(INFORMATION GIVEN begins)

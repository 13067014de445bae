package main

import (
	"fmt"
	"runtime"
	"runtime/debug"
	"slices"
	"strings"

	"github.com/spf13/cobra"

	"stanchion/catalogue"
	"stanchion/design/ec3"
)

func versionCommand(con *console) *cobra.Command {
	return &cobra.Command{
		Use:     "version",
		Short:   "print the version, and what the results rest on",
		Long:    "Prints the version of the program, the standard, the national sets and the section tables.\n\n" + plainStatuses,
		Example: "  stanchion version",
		Args:    cobra.NoArgs,
		RunE: func(*cobra.Command, []string) error {
			t := newTable("", "")
			t.add("stanchion", versionText())
			t.add("built with", runtime.Version()+" for "+runtime.GOOS+"/"+runtime.GOARCH)
			t.add("standard", "EN 1993-1-1:2005 + A1:2014; EN 1993-1-2:2005 in fire")
			t.add("national sets", nationalNames())
			t.add("sections", sectionCounts())
			for _, line := range t.lines()[1:] {
				fmt.Fprintln(con.out, line)
			}
			return nil
		},
	}
}

// versionText is the version of the module and the commit, as the build knows
// them.
func versionText() string {
	info, ok := debug.ReadBuildInfo()
	if !ok {
		return "unknown"
	}
	version := info.Main.Version
	if version == "" || version == "(devel)" {
		version = "devel"
	}
	for _, s := range info.Settings {
		if s.Key == "vcs.revision" && len(s.Value) >= 12 && version == "devel" {
			version += " " + s.Value[:12]
		}
		if s.Key == "vcs.modified" && s.Value == "true" && version != "devel" {
			version += ", modified"
		}
	}
	return version
}

func nationalNames() string {
	names := ""
	for i, n := range ec3.NationalSets() {
		if i > 0 {
			names += " "
		}
		names += n.Name
	}
	return names + " (the first is the default)"
}

// sectionCounts says how many sections there are, and of which standards.
func sectionCounts() string {
	list := catalogue.Default().Sections()
	var standards []string
	for _, s := range list {
		if !slices.Contains(standards, s.Standard) {
			standards = append(standards, s.Standard)
		}
	}
	slices.Sort(standards)
	return fmt.Sprintf("%d of %s", len(list), strings.Join(standards, ", "))
}
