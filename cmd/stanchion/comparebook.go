package main

import (
	"context"
	"errors"
	"io"
	"path/filepath"

	"stanchion/design"
	"stanchion/schedule"
	"stanchion/schedule/revision"
	"stanchion/schedule/workbook"
)

// sink writes the comparison in the form of the new issue.
func (r *compareRun) sink(w io.Writer) (sink, error) {
	cols := r.result.Columns()
	switch src := r.new.source.(type) {
	case *textSource:
		tw, err := src.NewWriter(w, r.new.plan, cols)
		return &textSink{tw}, err
	case *bookSource:
		return &comparedBook{compareRun: r, book: src.Book, w: w, cols: cols, members: map[int]*schedule.Member{}}, nil
	}
	return nil, errors.New("no writer for this kind of schedule")
}

// comparedBook writes the comparison into a workbook.
type comparedBook struct {
	*compareRun
	book    *workbook.Book
	w       io.Writer
	cols    []schedule.ResultColumn
	members map[int]*schedule.Member // by row of the sheet
	last    int
}

func (s *comparedBook) put(m *schedule.Member, _ *design.Result) error {
	for _, row := range m.Rows {
		s.members[row] = m
		s.last = max(s.last, row)
	}
	return nil
}

func (s *comparedBook) finish(ctx context.Context) error {
	plan := s.new.plan
	place, err := s.book.Plan(workbook.Block{
		Sheet: plan.Sheet, Header: plan.Header, LastRow: s.last, Columns: s.cols, Words: revision.Words(), Cells: s.cells, Printed: s.result.PrintedColumns(),
		Title: "Changes since " + filepath.Base(s.old.input) + ", by " + standard + ", national set " + plan.Settings.Design.National.Name,
	})
	if err != nil {
		return err
	}
	for _, w := range place.Warnings() {
		s.new.con.say("note: %s", w)
	}
	info, err := s.info()
	if err != nil {
		return err
	}
	return place.WriteTo(&stopper{ctx, s.w}, workbook.Laid(s.result.Sheets(info), plan.Settings.Paper))
}

func (s *comparedBook) cells(row int) []schedule.Value {
	m := s.members[row]
	switch {
	case m == nil:
		return nil
	case row == m.Rows[0]:
		return schedule.Cells(nil, s.cols, m, nil)
	}
	return schedule.ContinuedCells(nil, s.cols, m, nil)
}

// info gathers what the sheets say of the run.
func (r *compareRun) info() (*revision.Info, error) {
	oldSum, err := fileSum(r.old.input)
	if err != nil {
		return nil, err
	}
	newSum, err := fileSum(r.new.input)
	if err != nil {
		return nil, err
	}
	national := &r.new.plan.Settings.Design.National
	return &revision.Info{
		Program: "stanchion " + versionText(), Standard: standard, National: national.Name + ": " + national.Source,
		OldFile: filepath.Base(r.old.input), OldSHA256: oldSum, NewFile: filepath.Base(r.new.input), NewSHA256: newSum,
		Sheet: r.new.plan.Sheet, Settings: r.settings(), Cautions: []string{caution, notCovered},
	}, nil
}

func (r *compareRun) settings() []revision.Change {
	return revision.SettingsThatDiffer(&r.old.plan.Settings, &r.new.plan.Settings)
}
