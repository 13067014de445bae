package main

import (
	"context"
	"io"
	"path/filepath"
	"strings"

	"github.com/spf13/cobra"

	"stanchion/catalogue"
	"stanchion/design"
	"stanchion/design/search"
	"stanchion/schedule/summary"
	"stanchion/schedule/takeoff"
	"stanchion/schedule/workbook"
)

func takeoffCommand(con *console) *cobra.Command {
	var f runFlags
	var format string
	c := &cobra.Command{
		Use:   "takeoff FILE",
		Short: "count the steel of a schedule that has its sections",
		Long: "Counts the steel of an annotated schedule, or of one that gives its sections: by section and\n" +
			"grade, by level, by family and by the lengths that are to be cut; with painted area, splices,\n" +
			"the longest piece, and cost and embodied carbon where the settings have rates. The sections are\n" +
			"those of the schedule's own column and, where it is blank, those of the results.\n\n" +
			"Where the schedule or the setting splices says where the splices are, lengths between them are\n" +
			"one piece; otherwise every length is. What the run that annotated a workbook was told of\n" +
			"splices, allowances and rates holds here too, where nothing else is said; a text schedule does\n" +
			"not hold it: give it again with --set, or the same --settings.\n\n" +
			settingsHelp() + "\n\n" + takeoffStatuses,
		Example: `  stanchion takeoff examples/ottermere-depot-ordered.csv
  stanchion takeoff depot-sized.xlsx -o depot-steel.xlsx --set "cost=1850" --set "carbon=1.74"
  stanchion takeoff loads-sized.csv --settings settings.csv
  stanchion takeoff ordered.csv -o steel.csv --set connections=6 --set waste=2.5 --set "transport length=12"`,
		Args: oneFile,
		RunE: func(c *cobra.Command, args []string) error {
			r := newRun(con, c, &f, args[0], search.Check)
			r.loadsOptional, r.earlierSheet = true, summary.SummarySheet
			return (&takeoffRun{run: r, format: format}).do(c.Context())
		},
	}
	fl := c.Flags()
	fl.StringVarP(&f.output, "output", "o", "", "write the take-off to `FILE` (.xlsx, .csv or .txt says its form)")
	fl.StringVar(&format, "format", "text", "`FORM` on standard output: text or csv")
	fl.StringVar(&f.sheet, "sheet", "", "`NAME` of the sheet that holds the schedule (default: chosen by content)")
	fl.StringArrayVar(&f.set, "set", nil, "`NAME=VALUE` of a setting, such as connections=6; may be repeated")
	fl.StringVar(&f.settings, "settings", "", "`FILE` of settings: two columns, name and value")
	fl.StringArrayVar(&f.maps, "map", nil, "`HEADER=FIELD`: what a heading of your own stands for, or ignore; may be repeated")
	fl.BoolVar(&f.force, "force", false, "replace an output that no earlier run wrote")
	fl.BoolVarP(&f.quiet, "quiet", "q", false, "say errors alone")
	return c
}

const takeoffStatuses = `Exit status:
  0    every member is counted
  1    finished; a member that fails is counted with its section
  2    finished; a member is not counted: it could not be read or has no section
  3    nothing written: bad usage, unreadable file, no header, two headers for
       one field, no members, or an output that cannot be written
  130  interrupted; nothing written`

// takeoffRun is one run of takeoff.
type takeoffRun struct {
	*run
	format string
	steel  *takeoff.TakeOff
}

func (r *takeoffRun) do(ctx context.Context) error {
	write, err := r.writer()
	if err != nil {
		return err
	}
	if err := r.read(ctx); err != nil {
		return err
	}
	defer r.source.Close()
	if err := r.count(); err != nil {
		return err
	}
	if err := r.write(ctx, write); err != nil {
		return err
	}
	r.say()
	switch {
	case len(r.steel.LeftOut) > 0:
		return &finished{statusNotRead}
	case len(r.steel.Failing) > 0:
		return &finished{statusFails}
	}
	return nil
}

// count reads the members and counts their steel.
func (r *takeoffRun) count() error {
	items, leftOut, err := takeoff.Members(r.plan.Members(), r.find, r.plan.Settings.Design.Grades)
	if err != nil {
		return err
	}
	r.steel = takeoff.Of(items, leftOut, r.takeoffOptions())
	return nil
}

// takeoffOptions are what the settings ask of a take-off.
func (r *run) takeoffOptions() takeoff.Options {
	set := &r.plan.Settings
	return takeoff.Options{
		Rates: set.Design.Rates, Connections: set.TakeOff.Connections, Waste: set.TakeOff.Waste, Transport: set.TakeOff.Transport,
		Splices: set.Together.Splices, Every: set.Together.Every,
	}
}

// find returns the section of a name in a column's row. One that is given need
// not be in stock.
func (r *run) find(name string, col *design.Column) (*catalogue.Section, error) {
	set := &r.plan.Settings.Design
	o := catalogue.FindOptions{ColdFormed: set.ColdFormed, Families: col.Choice.Families}
	if len(o.Families) == 0 {
		o.Families = set.Families
	}
	if s, err := r.cat.Find(name, o); err == nil {
		return s, nil
	}
	return catalogue.Default().Find(name, o)
}

// writer returns how the take-off is written: as the name of the output says,
// or as the flag does for standard output.
func (r *takeoffRun) writer() (func(io.Writer) error, error) {
	out := r.flags.output
	toFile := out != "" && out != stdio
	format := r.format
	if toFile {
		format = strings.TrimPrefix(strings.ToLower(filepath.Ext(out)), ".")
	}
	switch {
	case format == "text" && !toFile, format == "txt" && toFile:
		return r.text, nil
	case format == "csv":
		return r.csv, nil
	case format == "xlsx" && toFile:
		return r.book, nil
	case toFile:
		return nil, usage(r.cmd, "-o %s: name a file ending in .xlsx, .csv or .txt", out)
	}
	return nil, usage(r.cmd, "--format %s: give text or csv", format)
}

func (r *takeoffRun) csv(w io.Writer) error { return r.steel.WriteCSV(w, r.plan.Decimal) }

func (r *takeoffRun) book(w io.Writer) error {
	return workbook.WriteNew(w, workbook.Laid(r.steel.Sheets(filepath.Base(r.input)), r.plan.Settings.Paper))
}

func (r *takeoffRun) write(ctx context.Context, write func(io.Writer) error) error {
	return r.writeApart(ctx, takeoffEarlier, write)
}

// takeoffEarlier reports whether an earlier run wrote a take-off.
func takeoffEarlier(path string) bool {
	return workbook.WrittenByUs(path) || beginsWith(path, func(line string) bool {
		return takeoff.IsCSV(line) || strings.HasPrefix(line, takeoffTitle)
	})
}

// say tells a person what became of the run where the results went to a file,
// and what to look at.
func (r *takeoffRun) say() {
	t := r.steel
	if out := r.flags.output; out != "" && out != stdio {
		r.con.say("%s, %s t net: %s", plural(int(t.Pieces), "piece"), tonnes(t.Net.Mass), out)
	} else if r.con.screen && r.format == "text" {
		return // the lists stand on the same screen, at the end
	}
	r.sayDefaults()
	r.sayList("not counted", t.LeftOut)
	r.sayList("counted, and they fail", t.Failing)
	r.sayList("remarks", t.Remarks)
}

// sayDefaults warns of defaults that the run which annotated a text schedule may
// have been told otherwise: text holds no settings.
func (r *takeoffRun) sayDefaults() {
	_, text := r.source.(*textSource)
	if !text || len(r.plan.Header.Old) == 0 || len(r.flags.set) > 0 || r.flags.settings != "" {
		return
	}
	r.con.say("%s", wrap("note: "+filepath.Base(r.input)+" does not hold what the run that annotated it was told of splices, allowances and rates: "+
		"where that was not the default, give it again with --set or --settings", screenWidth-2, "  "))
}

// sayList names the first few of a list.
func (r *takeoffRun) sayList(what string, list []takeoff.LeftOut) {
	if len(list) == 0 {
		return
	}
	const shown = 12
	r.con.say("%s: %d", what, len(list))
	for i := range list[:min(shown, len(list))] {
		r.con.say("  %s", wrap(list[i].String(), screenWidth-2, "    "))
	}
	if more := len(list) - shown; more > 0 {
		r.con.say("  and %d more", more)
	}
}
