/** Lets work in together, but what is suspected of ending the process by itself: then a death has one cause. */

export interface Gate {
  together<T>(work: () => Promise<T>): Promise<T>;
  alone<T>(work: () => Promise<T>): Promise<T>;
}

export function openGate(): Gate {
  const inside = new Set<Promise<unknown>>();
  /** The end of the last one that goes alone. */
  let closed: Promise<unknown> = Promise.resolve();
  const settled = (work: Promise<unknown>): Promise<unknown> => work.catch(() => undefined);
  return {
    async together(work) {
      for (let seen: unknown; seen !== closed; ) {
        seen = closed;
        await closed;
      }
      const running = work();
      const end = settled(running);
      inside.add(end);
      try {
        return await running;
      } finally {
        inside.delete(end);
      }
    },
    alone(work) {
      const before = closed;
      const running = (async () => {
        await before;
        await Promise.all(inside);
        return work();
      })();
      closed = settled(running);
      return running;
    },
  };
}
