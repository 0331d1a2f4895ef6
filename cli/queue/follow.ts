/** Waits for the lines of a run, tells how far they are, and what keeps them. */
import {InputError} from "../../lib/errors.ts";
import type {BatchPlan} from "../batch/batch.ts";
import {openParts} from "../batch/parts.ts";
import {progressOf} from "../progress.ts";
import type {LineQueue, QueuedRun} from "./line-queue.ts";

const LOOK_MS = 500;
/** Looking costs no more than this part of the time, however many lines the journals hold. */
const SHARE = 10;
/** Without a finished line for so long, the user is told how things stand; then after twice as long, and so on. */
const SILENCE_MS = 10_000;
/** Lines that the queue lost are put into it again so many times without any line finished in between. */
const AGAIN = 3;

/**
 * @param missing places of the lines
 * @returns once all have a note, or another command took the run over, or an interruption came
 * @throws {InputError} `queue/lines-lost`, and those of the queue
 */
export async function follow(
  {host, messages, form, out}: BatchPlan,
  queue: LineQueue,
  run: QueuedRun,
  missing: readonly number[],
): Promise<"done" | "interrupted"> {
  const parts = openParts(host, out);
  const left = new Set(missing);
  const progress = progressOf(host, missing.length, "lines", form.json || form.quiet);
  const told = new Set<string>();
  const goOn = (): string =>
    `${missing.length - left.size} of ${missing.length} lines are finished and the queue goes on with the others. The same command joins it again; when every line is done, groundward gather --out ${out} writes the files as well`;
  let stopped = false;
  let release = (): void => undefined;
  // A server that is away must not keep an interruption waiting.
  const halt = new Promise<undefined>((resolve) => {
    release = host.interruptible({
      stop: () => {
        stopped = true;
        resolve(undefined);
      },
      farewell: goOn,
    });
  });
  const interrupted = (): "interrupted" => {
    host.err.write(`\ninterrupted: ${goOn()}\n`);
    return "interrupted";
  };
  let silence = SILENCE_MS;
  let moved = host.now();
  let submissions = 0;
  try {
    for (;;) {
      // The queue first: what it has let go of is in the journals by then.
      const asked = queue.state(run);
      asked.catch(() => undefined);
      const state = await Promise.race([asked, halt]);
      if (state === undefined) return interrupted();
      const {waiting, active, lost} = state;
      // A server that was away took its time, but not by work.
      const began = host.now();
      for (const {index, line} of (await parts.notes(run.run)).values()) {
        if (!left.delete(index)) continue;
        progress.step(line);
        moved = host.now();
        silence = SILENCE_MS;
        submissions = 0;
      }
      const reading = host.now() - began;
      if (left.size === 0 || (await parts.head())?.run !== run.run) return "done";
      if (stopped) return interrupted();
      if (waiting + active === 0) {
        if (lost.length > 0 || submissions === AGAIN) throw lostLines(left.size, lost[0]?.reason);
        ++submissions;
        if (submissions > 1) messages.note(`${left.size} lines are gone from the queue and are put into it again.`);
        await queue.submit(run, [...left]);
      }
      for (const [worker, reason] of await queue.refusals(run)) {
        if (!told.has(worker)) messages.doubt(`Worker ${worker} does not take part: ${reason} [queue/refused]`);
        told.add(worker);
      }
      if (host.now() - moved > silence) {
        silence *= 2;
        messages.note(await standstill(queue, waiting, active, told.size));
      }
      await host.pause(Math.max(LOOK_MS, SHARE * reading));
    }
  } finally {
    progress.end();
    release();
  }
}

async function standstill(queue: LineQueue, waiting: number, active: number, refusing: number): Promise<string> {
  const workers = await queue.workers();
  const command = `groundward worker --queue ${queue.address}`;
  if (workers === 0) return `${waiting + active} lines wait, and no worker is there. Start one: ${command}`;
  if (workers <= refusing)
    return `${waiting + active} lines wait, and every worker refused them. Start another: ${command}`;
  return `None was finished for a while: lines that wait: ${waiting}; lines that are being computed: ${active}; workers that are there: ${workers}.`;
}

const lostLines = (left: number, reason: string | undefined): InputError =>
  new InputError(
    "queue/lines-lost",
    reason === undefined
      ? `${left} lines were put into the queue ${AGAIN} times and vanished without a result. See that every worker writes to the same folder as --out, and that the server keeps what it is given; then give the same command again.`
      : `${left} lines were given up without a result: ${reason} Cure that and give the same command again; finished lines are taken over.`,
  );
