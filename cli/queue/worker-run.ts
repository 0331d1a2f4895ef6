/** A worker: takes the runs that wait in a queue one by one, until it is ended. */

import {messagesTo} from "../messages.ts";
import type {Host} from "../nouns.ts";
import {LOST_AFTER_S, servedFrom} from "../options/batch.ts";
import {type Asked, isOn} from "../options/entry.ts";
import type {LineQueue, QueuedRun} from "./line-queue.ts";
import {type Shift, serveRun} from "./serve-run.ts";

/** Between two looks into the queue. */
const LOOK_MS = 500;

/** @returns the exit status */
export async function workerRun(host: Host, asked: Asked): Promise<number> {
  const served = servedFrom(asked);
  const quiet = isOn(asked, "quiet");
  const messages = messagesTo(host, {json: false, quiet});
  const name = `${host.self.machine}-${host.self.pid}`;
  const queue = await host.openQueue(served.queue, served.lostAfter, messages.note);
  let stopping = false;
  const release = host.interruptible({
    stop: () => {
      stopping = true;
      host.err.write("\nstopping after the lines that are being computed; once more stops at once\n");
    },
    farewell: () => "lines that were being computed go to other workers; finished ones are kept",
  });
  const shift: Shift = {host, messages, quiet, name, queue, served, stopping: () => stopping};
  try {
    if (queue.drops !== undefined) messages.doubt(dropsText(queue));
    messages.note(`worker ${name} waits for lines at ${queue.address}`);
    await work(shift);
    return stopping ? 130 : 0;
  } finally {
    release();
    await queue.close();
  }
}

/** The server may lose lines, in words. */
export const dropsText = ({address, drops}: LineQueue): string =>
  `The server at ${address} drops what it holds when its memory is short (maxmemory-policy ${drops ?? "unknown"}), lines of the queue as well. Set maxmemory-policy noeviction. [queue/may-drop]`;

interface Refusal {
  readonly since: number;
  readonly reason: string;
}

async function work(shift: Shift): Promise<void> {
  const {host, queue, name, served} = shift;
  const refused = new Map<string, Refusal>();
  let worked = host.now();
  while (!shift.stopping()) {
    await queue.present(name);
    const run = await nextRun(shift, refused);
    if (run !== undefined) {
      const reason = await serveRun(shift, run);
      if (reason !== undefined) {
        if (refused.get(run.id)?.reason !== reason)
          shift.messages.note(`The run in ${run.folder} is refused: ${reason}`);
        refused.set(run.id, {since: host.now(), reason});
        await queue.refuse(run, name, reason);
      } else worked = host.now();
    } else if (host.now() - worked > 1000 * served.idle) return;
    else await host.pause(LOOK_MS);
  }
}

/** The oldest run with lines to take, those that were refused a short while ago left out. */
async function nextRun({host, queue}: Shift, refused: ReadonlyMap<string, Refusal>): Promise<QueuedRun | undefined> {
  for (const run of await queue.runs()) {
    const since = refused.get(run.id)?.since;
    if (since !== undefined && host.now() - since < 1000 * LOST_AFTER_S) continue;
    const {waiting, active} = await queue.state(run);
    if (waiting + active > 0) return run;
    await queue.retire(run);
  }
  return undefined;
}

(INFORMATION GIVEN ends)

**TASK DIRECTIONS:** Above are the records; repeat exactly the lines from the one holding "RunE: func(*cobra.Command, []string)" down to the one holding "1993-1-1:2005 + A1:2014;", end lines included.

**ANSWER FOR THE TASK:**
		RunE: func(*cobra.Command, []string) error {
			t := newTable("", "")
			t.add("stanchion", versionText())
			t.add("built with", runtime.Version()+" for "+runtime.GOOS+"/"+runtime.GOARCH)
			t.add("standard", "EN 1993-1-1:2005 + A1:2014; EN 1993-1-2:2005 in fire")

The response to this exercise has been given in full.